Polemik Ijazah Jokowi Berujung Pidana, Roy Suryo Termasuk Delapan Tersangka
Jumat, 07-11-2025 - 17:46:09 WIB 👁 3891
SERGAPONLINE.COM JAKARTA – Kasus tudingan ijazah palsu Presiden ke-7 RI, Joko Widodo, memasuki babak baru. Polda Metro Jaya resmi menetapkan delapan orang sebagai tersangka, termasuk mantan Menteri Pemuda dan Olahraga, Roy Suryo.
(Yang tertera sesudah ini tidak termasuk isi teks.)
@pytest.mark.parametrize(
    ("text", "places"),
    [("12 V × R2/(R1 + R2)", {"12⟨V⟩": "12 V", "(R1 + R2)": "(R1 + R2)", "R1": "R1"}),
     ("4.7 kΩ² + 3 µA/ms × x", {"4.7⟨kΩ²⟩": "4.7 kΩ²", "3⟨µA/ms⟩": "3 µA/ms", "x": "x"}),
     ("−√(a²)", {"(-(√(a ^ 2)))": "−√(a²)", "(√(a ^ 2))": "√(a²)", "(a ^ 2)": "a²", "2": "²"}),
     ("V_bus due to Vb and Ia without RL + 1", {"V_bus due to Vb and Ia without RL": "V_bus due to Vb and Ia without RL"}),
     ("(3/16) mA + 0", {"⟪(3 ÷ 16) mA⟫": "(3/16) mA"})],
)  # fmt: skip
def test_every_node_stands_where_it_is_written(text: str, places: dict[str, str]) -> None:
    offset = 7
    found: dict[str, set[str]] = {}
    for node in walk(parse(whole(text, offset))):
        found.setdefault(told(node), set()).add(text[node.span.start - offset : node.span.end - offset])
    for shown, written in places.items():
        assert written in found[shown]


def test_members_of_a_chain_with_their_relations_and_places() -> None:
    text = "V_a = Vb × R2 ~= 8 V <= 9 V ≥ 1 V"
    members = parse_chain(whole(text))
    assert [m.relation for m in members] == ["", "=", "≈", "≤", "≥"]
    assert [text[m.span.start : m.span.end] for m in members] == ["V_a", "Vb × R2", "8 V", "9 V", "1 V"]
    assert [m.text for m in members] == ["V_a", "Vb × R2", "8 V", "9 V", "1 V"]


# --- doubts ---------------------------------------------------------------------------------------------------------

DOUBTS = [
    # text, column at which the doubt begins (from 1), fragments of the reason, what is to be written instead
    ("1/2 R1", 3, "two ways", ""), ("1/2πfC", 4, "part the factors", ""), ("a/3(b + c)", 3, "two ways", ""), ("√2 a", 4, "two ways", ""),
    ("2R1", 1, "value code or a product", ""), ("4k7", 1, "value code", ""), ("4.7kOhm", 4, "write 4.7 kΩ", ""),
    ("12,6 V", 1, "decimal comma", "12.6 V"), ("1,234,567 V", 1, "no number", ""), ("1.2.3 V", 1, "no number", ""), ("12 000 V", 4, "follows without an operator", ""),
    ("10^-3 A", 4, "unit behind an exponent", ""), ("3.2–3.4 V", 4, "a dash", ""), ("V_ {a,b}", 4, "a brace", ""), ("V_{a,} + 1", 1, "subscript is empty", ""),
    ("V_a ~ 8", 5, "write ≈", ""), ("5 § 2", 3, "§ means nothing", ""), ("5 \x07 2", 3, "U+0007", ""),
    ("(a + b", 1, "expected ) to close", ""), ("a + b)", 6, "expected an operator", ""), ("|a + b", 1, "expected | to close", ""),
    ("a +", 3, "expected a value", ""), ("", 1, "expected a value", ""), ("a + × b", 5, "expected a value, found ×", ""), ("5 V 3", 5, "follows without", ""),
    ("sin", 1, "word of the language", ""), ("to", 1, "word of the language", ""), ("yield (V_a)", 1, "yield needs a relation", ""),
    ("V_a due Vb", 9, "expected to behind due", ""), ("V_a due to", 10, "source's name", ""), ("V_a with RL", 11, "open, shorted or as", ""),
    ("V_a due to Va due to Vb", 15, "stands twice", ""), ("V_a at R1", 8, "expected a frequency", ""),
    ("1e400 V", 1, "out of range", ""), ("1e99999999999999999999 V", 1, "out of range", ""), ("3 m⁹⁹", 3, "small whole number", ""),
    ("x" + "⁹" * 5, 2, "does not fit", ""), ("(" * 200 + "1" + ")" * 200, 101, "nested deeper than 100", ""),
    ("+".join("1" * 300), None, "more than 200 operations", ""), ("1" * 10_001, 1, "longer than 10000", ""),
]  # fmt: skip
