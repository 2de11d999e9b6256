"""Circuits at AC against other formulations: tableaus in scipy and mpmath, state equations, differential equations run in time."""

from __future__ import annotations

import cmath
import math
from fractions import Fraction

import mpmath
import numpy as np
import pytest
from circuits import ac, ac_circuits, circuit, part
from hypothesis import given, settings
from hypothesis import strategies as st
from scipy.integrate import solve_ivp
from scipy.linalg import solve as scipy_solve
from scipy.sparse import coo_matrix
from scipy.sparse.linalg import spsolve

from calccheck.solve import frequencies, solve, total


def polar(magnitude, degrees):
    return cmath.rect(magnitude, math.radians(degrees))


def tableau(made, hertz, number):
    """All node potentials and all currents as unknowns, by an arrangement of the test's own; ``number`` carries the values."""
    w = 2 * mpmath.pi * mpmath.mpf(hertz.numerator) / hertz.denominator
    nodes, names = list(made.nodes()), [e.name for e in made.elements]
    count = len(nodes)
    rows, right = [{} for _ in range(count + len(names))], [number(0)] * (count + len(names))
    for k, e in enumerate(made.elements):
        own, plus, minus = count + k, nodes.index(e.plus), nodes.index(e.minus)
        for at, sign in ((plus, 1), (minus, -1)):
            rows[at][own] = rows[at].get(own, 0) + sign
        acting = (e.frequency or 0) == hertz
        value = None if e.value is None else mpmath.mpf(e.value.numerator) / e.value.denominator
        voltage, current = {
            "resistor": lambda v=value: (1, -v), "inductor": lambda v=value: (1, -1j * w * v),
            "capacitor": lambda v=value: (1j * w * v, -1), "short": lambda: (1, 0), "open": lambda: (0, 1),
            "voltage source": lambda: (1, 0), "controlled voltage source": lambda: (1, 0),
            "current source": lambda: (0, 1), "controlled current source": lambda: (0, 1),
            "impedance": lambda e=e: (1, -mpmath.mpc(e.phasor)),
        }[e.kind]()  # fmt: skip
        terms = [(plus, voltage), (minus, -voltage), (own, current)]
        if e.control is not None:
            c = e.control
            terms += (
                [(count + names.index(c.part), -value)]
                if c.part
                else [(nodes.index(c.plus), -value), (nodes.index(c.minus), value)]
            )
        elif e.kind.endswith("source") and acting:
            right[own] = number(value if e.phasor is None else mpmath.mpc(e.phasor))
        for at, x in terms:
            rows[own][at] = rows[own].get(at, 0) + number(x)
    rows[nodes.index(made.reference)] = {nodes.index(made.reference): number(1)}
    return nodes, rows, right


@settings(max_examples=40, deadline=None)
@given(ac_circuits())
def test_potentials_are_those_of_a_sparse_complex_solver(made):
    hertz = frequencies(made)[-1]
    nodes, rows, right = tableau(made, hertz, complex)
    i, j, x = zip(*[(i, j, x) for i, row in enumerate(rows) for j, x in row.items()], strict=True)
    matrix = coo_matrix((x, (i, j)), dtype=complex).tocsc()
    slack = 1e-15 * np.linalg.cond(matrix.toarray())
    solution = solve(made, hertz)
    for node, v in zip(nodes, spsolve(matrix, np.array(right)), strict=False):
        assert abs(total(solution).potentials[node] - v) <= max(1e-9, slack) * (solution.volts or abs(v) or 1)


@settings(max_examples=10, deadline=None)
@given(ac_circuits("RVILCZ", most_nodes=5, most_extra=4))
def test_phasors_against_fifty_digits(made):
    """Both routes, against Gaussian elimination in mpmath where 2πf is worked to fifty digits as well."""
    hertz = frequencies(made)[-1]
    solution = solve(made, hertz)
    with mpmath.workdps(50):
        nodes, rows, right = tableau(made, hertz, mpmath.mpc)
        matrix = mpmath.matrix(len(rows))
        for i, row in enumerate(rows):
            for j, x in row.items():
                matrix[i, j] = x
        solved = mpmath.lu_solve(matrix, mpmath.matrix(right))
        for k, node in enumerate(nodes):
            for at in (solution.nodal, total(solution)):
                assert abs(mpmath.mpc(at.potentials[node]) - solved[k]) <= 1e-9 * solution.volts


@settings(max_examples=15, deadline=None)
@given(st.lists(st.tuples(st.integers(1, 99), st.integers(1, 99)), min_size=1, max_size=5), st.integers(1, 5000))
def test_ladders_of_rc_against_the_state_equations(rungs, hertz):
    """Resistors in line and capacitors across: C·dv/dt = G·v + g·u, whose phasors are (jωC − G)⁻¹·g, worked by scipy."""
    ohms, farads = [100.0 * r for r, _ in rungs], [1e-8 * c for _, c in rungs]
    n = len(rungs)
    g = np.zeros((n, n))
    for k, r in enumerate(ohms):
        g[k, k] -= 1 / r
        if k:
            g[k - 1, k - 1] -= 1 / r
            g[k - 1, k] = g[k, k - 1] = 1 / r
    fed = np.array([1 / ohms[0]] + [0.0] * (n - 1))
    expected = scipy_solve(2j * math.pi * hertz * np.diag(farads) - g, fed)
    parts = [part("R", f"R{k}", f"n{k}", f"n{k + 1}", 100 * r) for k, (r, _) in enumerate(rungs)]
    parts += [part("C", f"C{k}", f"n{k + 1}", "com", Fraction(c, 10**8)) for k, (_, c) in enumerate(rungs)]
    at = total(solve(circuit(ac("V", "V1", "n0", "com", 1, hertz), *parts), Fraction(hertz)))
    assert [at.potentials[f"n{k + 1}"] for k in range(n)] == pytest.approx(list(expected), rel=1e-9)


def test_phasors_are_what_is_left_of_the_differential_equations():
    """Amplitude 10 V at 30° on 5 Ω, 2 mH and 40 µF, 1 kHz: L·di/dt = u − R·i − v, C·dv/dt = i run to their steady state by scipy."""
    ohms, henries, farads, w, drive = 5.0, 2e-3, 40e-6, 2000 * math.pi, polar(10, 30)

    def slopes(t, x):
        u = (drive * cmath.exp(1j * w * t)).real
        return [(u - ohms * x[0] - x[1]) / henries, x[0] / farads]

    seen = np.linspace(0.02, 0.021, 200)
    run = solve_ivp(slopes, (0, 0.021), [0, 0], t_eval=seen, rtol=1e-9, atol=1e-12)
    made = circuit(ac("V", "V1", "a", "com", drive, 1000), part("R", "R1", "a", "b", 5), part("L", "L1", "b", "c", "2e-3"),
                   part("C", "C1", "c", "com", "40e-6"))  # fmt: skip
    at = total(solve(made, Fraction(1000)))
    turning = np.exp(1j * w * seen)
    assert run.y[0] == pytest.approx((at.currents["L1"] * turning).real, abs=1e-6)
    assert run.y[1] == pytest.approx((at.potentials["c"] * turning).real, abs=1e-5)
Penetapan ini menjadi titik penting dalam upaya kepolisian menindak penyebaran informasi bohong di ruang publik.
Kapolda Metro Jaya, Irjen Asep Edi Suheri, menyebut proses penetapan tersangka dilakukan setelah gelar perkara yang melibatkan sejumlah ahli dari berbagai bidang. "Kami melibatkan ahli pidana, sosiologi hukum, komunikasi, dan bahasa dalam proses ini," jelas Asep saat konferensi pers di Gedung Ditreskrimum, Jakarta Selatan, Jumat (7/11/2025).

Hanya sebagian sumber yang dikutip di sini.